Your task
Everything in the listing below needs to be retyped exactly.

Study material

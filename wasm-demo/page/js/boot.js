// Boot, last part: at the end of <body>, after js/main.js. Runs the later
// sections inflated by js/load.js, each as an inline script of its own, in
// their order. Whether they arrive before or after the core has started,
// Echo.section builds them in order (before: with the first ones; after: as
// they come).
'use strict';
ECHOLINE_SCRIPTS.then((texts) => {
  performance.mark('echoline:scripts-inflated');
  for (const text of texts) {
    const s = document.createElement('script');
    s.textContent = text;
    document.body.append(s);
  }
}, (e) => {
  const boot = document.getElementById('boot');
  boot.className = 'boot failed';
  boot.textContent = `The page sections could not be unpacked in this browser: ${(e && e.message) || e}`;
});
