// Number display for the page. Formatting only: every value arrives from the core.
'use strict';
const Fmt = (() => {
  const PREFIXES = [
    [1e12, 'T'], [1e9, 'G'], [1e6, 'M'], [1e3, 'k'], [1, ''],
    [1e-3, 'm'], [1e-6, 'µ'], [1e-9, 'n'], [1e-12, 'p'], [1e-15, 'f'],
  ];
  const MINUS = '\u2212';
  const SUP = { '-': '⁻', 0: '⁰', 1: '¹', 2: '²', 3: '³', 4: '⁴', 5: '⁵', 6: '⁶', 7: '⁷', 8: '⁸', 9: '⁹' };

  /** `x` to `n` significant digits, no exponent for ordinary magnitudes, no "-0". */
  function sig(x, n = 4) {
    if (Number.isNaN(x)) return '—';
    if (!Number.isFinite(x)) return x > 0 ? '∞' : MINUS + '∞';
    if (x === 0) return '0';
    const a = Math.abs(x);
    let s;
    const r = Number(a.toPrecision(n)); // rounded first: 999.96 → 1000, not 1000.0
    if (r >= 1e-4 && r < 1e6) {
      const digits = Math.max(0, n - 1 - Math.floor(Math.log10(r)));
      s = r.toFixed(Math.min(digits, 12));
    } else {
      const [m, e] = a.toExponential(n - 1).split('e');
      s = `${m}×10${[...String(Number(e))].map((c) => SUP[c]).join('')}`;
    }
    if (Number(s.split('×')[0]) === 0) return '0';
    return (x < 0 ? MINUS : '') + s;
  }

  /** `x` in `unit` with an SI prefix chosen so the number is in [1, 1000). */
  function si(x, unit, n = 4) {
    if (!Number.isFinite(x) || x === 0) return `${sig(x, n)} ${unit}`;
    const a = Math.abs(x);
    for (const [f, p] of PREFIXES) {
      if (a >= f * 0.9995) return `${sig(x / f, n)} ${p}${unit}`;
    }
    return `${sig(x, n)} ${unit}`;
  }

  /** A complex impedance "a + jb Ω" (signed zero shown as 0). */
  function ohms(re, im, n = 4) {
    if (!Number.isFinite(re)) return 'open (∞)';
    const s = sig(re, n);
    if (Math.abs(im) <= Math.abs(re) * 1e-12) return `${s} Ω`;
    return `${s} ${im < 0 ? MINUS : '+'} j${sig(Math.abs(im), n)} Ω`;
  }

  return { sig, si, ohms, MINUS };
})();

Answer section
filename wasm-demo/page/js/boot.js
// Boot, last part: at the end of <body>, after js/main.js. Runs the later
// sections inflated by js/load.js, each as an inline script of its own, in
// their order. Whether they arrive before or after the core has started,
// Echo.section builds them in order (before: with the first ones; after: as
// they come).
'use strict';
ECHOLINE_SCRIPTS.then((texts) => {
  performance.mark('echoline:scripts-inflated');
  for (const text of texts) {
    const s = document.createElement('script');
    s.textContent = text;
    document.body.append(s);
  }
}, (e) => {
  const boot = document.getElementById('boot');
  boot.className = 'boot failed';
  boot.textContent = `The page sections could not be unpacked in this browser: ${(e && e.message) || e}`;
});
// Number display for the page. Formatting only: every value arrives from the core.
'use strict';
const Fmt = (() => {
  const PREFIXES = [
    [1e12, 'T'], [1e9, 'G'], [1e6, 'M'], [1e3, 'k'], [1, ''],
    [1e-3, 'm'], [1e-6, 'µ'], [1e-9, 'n'], [1e-12, 'p'], [1e-15, 'f'],
  ];
  const MINUS = '\u2212';
  const SUP = { '-': '⁻', 0: '⁰', 1: '¹', 2: '²', 3: '³', 4: '⁴', 5: '⁵', 6: '⁶', 7: '⁷', 8: '⁸', 9: '⁹' };

  /** `x` to `n` significant digits, no exponent for ordinary magnitudes, no "-0". */
  function sig(x, n = 4) {
    if (Number.isNaN(x)) return '—';
    if (!Number.isFinite(x)) return x > 0 ? '∞' : MINUS + '∞';
    if (x === 0) return '0';
    const a = Math.abs(x);
    let s;
    const r = Number(a.toPrecision(n)); // rounded first: 999.96 → 1000, not 1000.0
    if (r >= 1e-4 && r < 1e6) {
      const digits = Math.max(0, n - 1 - Math.floor(Math.log10(r)));
      s = r.toFixed(Math.min(digits, 12));
    } else {
      const [m, e] = a.toExponential(n - 1).split('e');
      s = `${m}×10${[...String(Number(e))].map((c) => SUP[c]).join('')}`;
    }
    if (Number(s.split('×')[0]) === 0) return '0';
    return (x < 0 ? MINUS : '') + s;
  }

  /** `x` in `unit` with an SI prefix chosen so the number is in [1, 1000). */
  function si(x, unit, n = 4) {
    if (!Number.isFinite(x) || x === 0) return `${sig(x, n)} ${unit}`;
    const a = Math.abs(x);
    for (const [f, p] of PREFIXES) {
      if (a >= f * 0.9995) return `${sig(x / f, n)} ${p}${unit}`;
    }
    return `${sig(x, n)} ${unit}`;
  }

  /** A complex impedance "a + jb Ω" (signed zero shown as 0). */
  function ohms(re, im, n = 4) {
    if (!Number.isFinite(re)) return 'open (∞)';
    const s = sig(re, n);
    if (Math.abs(im) <= Math.abs(re) * 1e-12) return `${s} Ω`;
    return `${s} ${im < 0 ? MINUS : '+'} j${sig(Math.abs(im), n)} Ω`;
  }

  return { sig, si, ohms, MINUS };
})();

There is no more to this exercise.